:: PROBLEM DESCRIPTION ::
Report only how many lines in the listing below contain the string "blocks".

:: LISTED RECORDS ::
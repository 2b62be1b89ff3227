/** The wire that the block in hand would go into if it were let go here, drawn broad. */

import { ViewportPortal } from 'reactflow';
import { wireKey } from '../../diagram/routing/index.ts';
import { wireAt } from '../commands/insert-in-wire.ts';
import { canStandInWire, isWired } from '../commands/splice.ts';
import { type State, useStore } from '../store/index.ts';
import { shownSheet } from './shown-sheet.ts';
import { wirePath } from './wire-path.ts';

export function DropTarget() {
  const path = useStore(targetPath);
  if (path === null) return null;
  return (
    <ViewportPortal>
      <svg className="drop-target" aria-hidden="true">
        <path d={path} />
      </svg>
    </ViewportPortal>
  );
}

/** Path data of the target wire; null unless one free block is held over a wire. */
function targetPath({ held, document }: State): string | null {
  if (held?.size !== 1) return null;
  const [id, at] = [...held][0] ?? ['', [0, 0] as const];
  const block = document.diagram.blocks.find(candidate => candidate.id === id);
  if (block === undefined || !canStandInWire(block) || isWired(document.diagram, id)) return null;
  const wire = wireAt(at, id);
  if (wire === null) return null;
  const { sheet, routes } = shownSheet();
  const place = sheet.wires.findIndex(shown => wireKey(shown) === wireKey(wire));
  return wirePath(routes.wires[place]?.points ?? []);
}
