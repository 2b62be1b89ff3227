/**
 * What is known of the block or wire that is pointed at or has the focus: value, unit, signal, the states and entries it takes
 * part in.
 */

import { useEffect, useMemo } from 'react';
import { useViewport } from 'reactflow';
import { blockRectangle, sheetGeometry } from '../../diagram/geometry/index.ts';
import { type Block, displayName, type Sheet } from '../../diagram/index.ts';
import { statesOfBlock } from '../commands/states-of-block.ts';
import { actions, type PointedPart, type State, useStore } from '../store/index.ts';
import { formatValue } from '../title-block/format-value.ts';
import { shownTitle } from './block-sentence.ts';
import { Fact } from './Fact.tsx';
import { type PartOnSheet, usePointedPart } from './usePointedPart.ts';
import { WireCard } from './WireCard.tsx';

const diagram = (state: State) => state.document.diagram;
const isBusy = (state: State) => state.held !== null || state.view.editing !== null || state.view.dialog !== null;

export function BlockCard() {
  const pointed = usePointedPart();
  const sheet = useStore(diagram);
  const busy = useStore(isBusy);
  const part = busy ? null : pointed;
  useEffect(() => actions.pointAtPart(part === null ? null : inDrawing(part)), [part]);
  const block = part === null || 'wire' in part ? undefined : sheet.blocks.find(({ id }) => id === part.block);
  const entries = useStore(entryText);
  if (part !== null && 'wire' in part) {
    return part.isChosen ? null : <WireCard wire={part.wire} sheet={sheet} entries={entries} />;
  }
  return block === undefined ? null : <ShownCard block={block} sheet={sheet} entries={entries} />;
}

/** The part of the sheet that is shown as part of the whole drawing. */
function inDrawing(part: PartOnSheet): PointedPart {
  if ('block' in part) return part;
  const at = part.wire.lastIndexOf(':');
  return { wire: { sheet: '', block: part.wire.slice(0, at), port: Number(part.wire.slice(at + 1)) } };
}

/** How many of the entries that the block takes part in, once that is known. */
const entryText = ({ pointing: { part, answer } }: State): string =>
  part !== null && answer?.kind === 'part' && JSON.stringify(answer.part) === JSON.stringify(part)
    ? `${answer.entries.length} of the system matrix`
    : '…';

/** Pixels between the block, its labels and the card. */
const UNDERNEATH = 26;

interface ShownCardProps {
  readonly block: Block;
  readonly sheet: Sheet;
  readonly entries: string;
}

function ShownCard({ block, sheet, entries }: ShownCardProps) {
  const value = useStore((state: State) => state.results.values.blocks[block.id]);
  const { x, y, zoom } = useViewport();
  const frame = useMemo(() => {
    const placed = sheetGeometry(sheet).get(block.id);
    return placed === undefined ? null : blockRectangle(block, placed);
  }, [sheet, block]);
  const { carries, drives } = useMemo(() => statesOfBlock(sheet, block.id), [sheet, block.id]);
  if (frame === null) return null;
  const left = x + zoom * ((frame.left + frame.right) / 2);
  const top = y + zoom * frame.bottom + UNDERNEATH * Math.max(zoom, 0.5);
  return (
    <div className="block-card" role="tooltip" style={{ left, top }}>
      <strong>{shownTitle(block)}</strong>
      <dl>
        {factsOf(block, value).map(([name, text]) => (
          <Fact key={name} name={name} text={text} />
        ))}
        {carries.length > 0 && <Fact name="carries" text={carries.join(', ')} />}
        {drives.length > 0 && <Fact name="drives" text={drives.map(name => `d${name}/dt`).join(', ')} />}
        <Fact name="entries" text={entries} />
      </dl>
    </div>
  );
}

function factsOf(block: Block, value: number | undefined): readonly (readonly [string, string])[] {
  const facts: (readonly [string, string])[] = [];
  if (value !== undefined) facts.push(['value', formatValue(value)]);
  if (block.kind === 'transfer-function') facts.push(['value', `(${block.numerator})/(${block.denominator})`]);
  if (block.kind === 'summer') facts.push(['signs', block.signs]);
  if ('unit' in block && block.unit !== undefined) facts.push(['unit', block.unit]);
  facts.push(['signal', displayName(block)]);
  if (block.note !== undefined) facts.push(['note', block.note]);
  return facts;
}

:: RESULT OF THIS TASK ::
3